**TASK REQUIREMENTS:** Lines that include "bound" make up the answer; copy all of them from the data below.
::::
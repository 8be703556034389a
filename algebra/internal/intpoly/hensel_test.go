package intpoly

import (
	"context"
	"math/big"
	"testing"

	"example.org/closedform/algebra/internal/zp"
	"github.com/stretchr/testify/require"
)

// TestWordLiftIsLift compares the lift on words with the one on big integers,
// at every exponent that fits a word and some beyond.
func TestWordLiftIsLift(t *testing.T) {
	ctx := context.Background()
	for _, f := range []Poly{
		wilkinson(7), cyclotomic(105), translate(swinnertonDyer(2, 3, 5), 1),
		product(randomPolys(6, 4, 4, 30)), product(randomPolys(7, 2, 9, 200)),
	} {
		full, _ := lifted(t, f)
		local := make([]zp.Poly, len(full.factors))
		for i, g := range full.factors {
			local[i] = reduce(g, full.field)
		}
		for exp := 1; exp < 50; exp += 1 + exp/4 {
			fast := &lift{f: f, field: full.field, bound: big.NewInt(1)}
			fast.start(local)
			plain := &lift{f: f, field: full.field, bound: big.NewInt(1)}
			plain.start(local)
			plain.root, plain.words = plain.words.big(), nil
			for _, l := range []*lift{fast, plain} {
				require.NoError(t, l.raise(ctx, exp))
				requireLift(t, l)
			}
			require.Zero(t, fast.modulus.Cmp(plain.modulus))
			for i := range local {
				requireSame(t, plain.factors[i], fast.factors[i])
			}
		}
	}
}

func TestWordStep(t *testing.T) {
	l := &lift{field: zp.NewField(3)}
	st, ok := l.wordStep(19, 39) // 3^39 < 2^62 < 3^40
	require.True(t, ok)
	require.Equal(t, uint64(1162261467), st.m.P)
	require.Equal(t, st.next.P, st.m.P*st.gain.P)
	_, ok = l.wordStep(20, 40)
	require.False(t, ok)
}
::::
**SOLUTION FOR THIS EXERCISE:**
			fast := &lift{f: f, field: full.field, bound: big.NewInt(1)}
			plain := &lift{f: f, field: full.field, bound: big.NewInt(1)}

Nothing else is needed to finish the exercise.